I actually enjoyed the 6MS and practice tests.  I didn't drive them to mastery, I did each three times..at that point, I could complete them in under 8 hours each but still was getting a few wrong (all stupid mistakes).  I simply flagged these and moved on with my studying. 

Hope everyone is doing well. 

Regards,

Kevin


----------



## Audi Driver P.E. (Mar 17, 2016)

The key to most of the heat transfer problems is to determine what they're truly asking for.  Most heat transfer books separate specific problem types into sections that address each one.  And of course, you need to be adept at using the resistance equivalent model to master a lot of these problems.


----------



## matt267 PE (Mar 17, 2016)

Audi driver said:


> determine what they're truly asking for


That's an awesome strategy for answering all types of problems.


----------



## Phenomenon083 (Mar 18, 2016)

Thank you for opening this thread starquest.

My depth is TF. It takes me around 9-10 minutes to solve a problem, I need to work on my pacing. And of course I'm making a lot of embarrassing mistakes, which needs to be taken care off as well.

I went through MERM chapters 14-60 once but I do not know how fruitful is it since I forgot mostly all of these problems. The only good thing came out from this is now I know where to look for a content.

I've found SMS problems are more exam like problems than MERM, but haven't mastered those SMS problems yet.

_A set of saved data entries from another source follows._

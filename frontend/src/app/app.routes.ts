import { type Routes } from '@angular/router';
import { administrator, signedIn } from './core/session/guards';

export const routes: Routes = [
  { path: '', pathMatch: 'full', canActivate: [signedIn], loadChildren: () => import('./studies/studies.routes') },
  { path: 'sign-in', loadComponent: () => import('./people/sign-in').then((file) => file.SignIn) },
  {
    path: 'invitation',
    loadComponent: () => import('./people/accept-invitation').then((file) => file.AcceptInvitation),
  },
  {
    path: 'first-administrator',
    data: { asksWho: true },
    loadComponent: () => import('./people/accept-invitation').then((file) => file.AcceptInvitation),
  },
  { path: 'password-reset', loadComponent: () => import('./people/password-reset').then((file) => file.PasswordReset) },
  { path: 'people', canActivate: [signedIn, administrator], loadChildren: () => import('./people/people.routes') },
  { path: 'mail', canActivate: [signedIn], loadChildren: () => import('./mail/mail.routes') },
  {
    path: 'studies/:study',
    canActivate: [signedIn],
    children: [
      { path: '', pathMatch: 'full', redirectTo: 'overview' },
      { path: 'overview', loadChildren: () => import('./overview/overview.routes') },
      { path: 'requirements', loadChildren: () => import('./requirements/requirements.routes') },
      { path: 'product-tree', loadChildren: () => import('./product-tree/product-tree.routes') },
      { path: 'quantities', loadChildren: () => import('./quantities/quantities.routes') },
      { path: 'analyses', loadChildren: () => import('./analyses/analyses.routes') },
      { path: 'compliance', loadChildren: () => import('./compliance/compliance.routes') },
      { path: 'changes', loadChildren: () => import('./changes/changes.routes') },
      { path: 'baselines', loadChildren: () => import('./baselines/baselines.routes') },
      { path: 'records', loadChildren: () => import('./records/records.routes') },
    ],
  },
  { path: '**', loadComponent: () => import('./core/shell/not-found').then((file) => file.NotFound) },
];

I worked through NCEES 2008 a couple of times and feeling pretty comfortable with those problems. Currently working on NCEES 2001, too bad half of these problems are repeated from NCEES 2008. I wish there were more NCESS practice exams available to practice.


----------



## starquest (Mar 18, 2016)

Sounds very similar, but I 'was' very efficient with the 6MS problems...but it has been 4-5 weeks now.. We'll see how it goes when I get to the point of review.       I'm in a similar spot with the PP's, they aren't sinking in as well as they should.   I keep making dumb mistakes like entering the pipe material properties into the Nu number to find the convective heat transfer coefficient, etc.    Of course I don't figure it out until I drive down to the solution and realize I am way off.   It's pretty frustrating especially when the problem takes an hour to solve.    When this happens, I tend to start muscling thru the subsequent problems to pick up time, of which I rely too much on the solutions and I'm not comprehending the problem.  

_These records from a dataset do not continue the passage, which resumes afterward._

import { describe, it } from 'node:test';
import { RuleTester } from 'eslint';
import { join } from 'node:path';
import tseslint from 'typescript-eslint';
import { house, houseRoot } from './house-rules.mjs';

RuleTester.describe = describe;
RuleTester.it = it;
const tester = new RuleTester({ languageOptions: { parser: tseslint.parser } });
const at = (path, code) => ({ filename: join(houseRoot, path), code });
const refused = (messageId, path, code) => ({ ...at(path, code), errors: [{ messageId }] });

tester.run('import-direction', house.rules['import-direction'], {
  valid: [
    at('shared/src/engine/tape.ts', "import { parse } from '@shared/formula';"),
    at('shared/src/engine/tape.ts', "import { Op } from './operations';"),
    at('shared/src/study/prove.ts', "import { methods } from '@shared/methods';"),
    at('backend/src/features/people/people-routes.ts', "import { Person } from '../../models/person';"),
    at('frontend/src/app/overview/overview.ts', "import { VerdictMark } from '../ui/verdict/mark';"),
    at('frontend/src/app/overview/overview.ts', "import { routes } from '../changes/changes.routes';"),
    at('frontend/src/app/overview/overview.ts', "import { Component } from '@angular/core';"),
    at('backend/src/models/person.spec.ts', "import { app } from '../app';"),
  ],
  invalid: [
    refused('direction', 'shared/src/engine/tape.ts', "import { methods } from '@shared/methods';"),
    refused('direction', 'shared/src/contract/commands.ts', "import type { Unit } from '@shared/units';"),
    refused('direction', 'shared/src/units/parse.ts', "export * from '@shared/formula';"),
    refused('direction', 'backend/src/models/person.ts', "import { routes } from '../features';"),
    refused('direction', 'frontend/src/app/ui/mark.ts', "import { Session } from '../core/session/session';"),
    refused('direction', 'frontend/src/app/core/shell/shell.ts', "const page = import('../../people/people');"),
    refused('face', 'backend/src/study/ledger.ts', "import { Study } from '@shared/study/study';"),
    refused('face', 'shared/src/study/prove.ts', "import { compile } from '../engine/compile';"),
    refused('inside', 'shared/src/units/parse.ts', "import { Unit } from '@shared/units';"),
    refused('feature', 'frontend/src/app/overview/overview.ts', "import { Changes } from '../changes/changes';"),
  ],
});

tester.run('reason-for-exception', house.rules['reason-for-exception'], {
  valid: [
    at('a.ts', '// eslint-disable-next-line eqeqeq -- null and undefined mean the same here\na == b;'),
    at('a.ts', '// @ts-expect-error the library declares too little\na.b();'),
  ],
  invalid: [
    refused('reason', 'a.ts', '// eslint-disable-next-line eqeqeq\na == b;'),
    refused('reason', 'a.ts', '// @ts-ignore\na.b();'),
  ],
});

About half way thru the thermo/hvac sections of the MERM, I figured out a process that really helps me.   Upon starting a new chapter;  I look over the MERM chapter for a few minutes, then I read every PP problem and go directly to the solutions, I skim over the solutions and compare the approach to the equations in the MERM chapter.   Then I start on the first problem trying to solve it without the aide of the solution.    When I complete a chapter, or in same cases a certain key problem, I update my notes recording any key formulas and tricks/tips that helped with the problem.    This process takes more time but I feel that I actually retained some knowledge in the end and have good notes.   Sometimes I choose to 'skip' a problem based on the complexity (at least in areas not in my depth).   I'd rather really understand and be able to compute 50% of the problems than power thru 90-100% without retention.  

Have a good weekend!  Best of luck with your studies.

Regards,

Kevin


----------



## Phenomenon083 (Mar 18, 2016)

Your approach to work thru the MERM problems sounds effective to me. I wish I could do something similar when I was going through the MERM. But now I am more focusing on SMS, NCEES and I don't think I have enough time to go back on the MERM problems again. Maybe on my depth section I will work some. On my breadth section (HVAC, MD), I did something similar like you are doing, which was avoiding the long and complicated problems. I mostly went through the basics and which is all I need I hope for the breadth section.

Before I have started to work on the NCEES problems I took those as a simulated test. I did not do well but it helped me understand my shortcomings. Some findings are, need to do a better job understanding the questions, speed up and avoiding stupid mistakes. I hope I can make some improvement on these areas by April 15th. And best of luck with your studies too.


----------



## DETLTU (Mar 23, 2016)

Going back and forth from feeling prepared to not prepared at all.  Haven't even started working six minute solutions yet.  That's the next big thing on my agenda.  Unfortunately I will be traveling this weekend which is really going to cut into my study time.  I am taking the testmasters course which has been pretty good.  Between the PPI practice test, 2008 NCEES, and 6MS I have a ton of problems I haven't gotten to yet, and starting to run out of time.


----------



## starquest (Mar 23, 2016)

I think we are all feeling the same pain.    The Easter holiday does through a monkey wrench into the equation.    I guess it is good if you don't have any plans to visit family for the holiday, it would be a benefit with the extra day off work to study....but that isn't an option for me.   I learned the hard way when I traveled consistently for a living...family has to come first above everything else!  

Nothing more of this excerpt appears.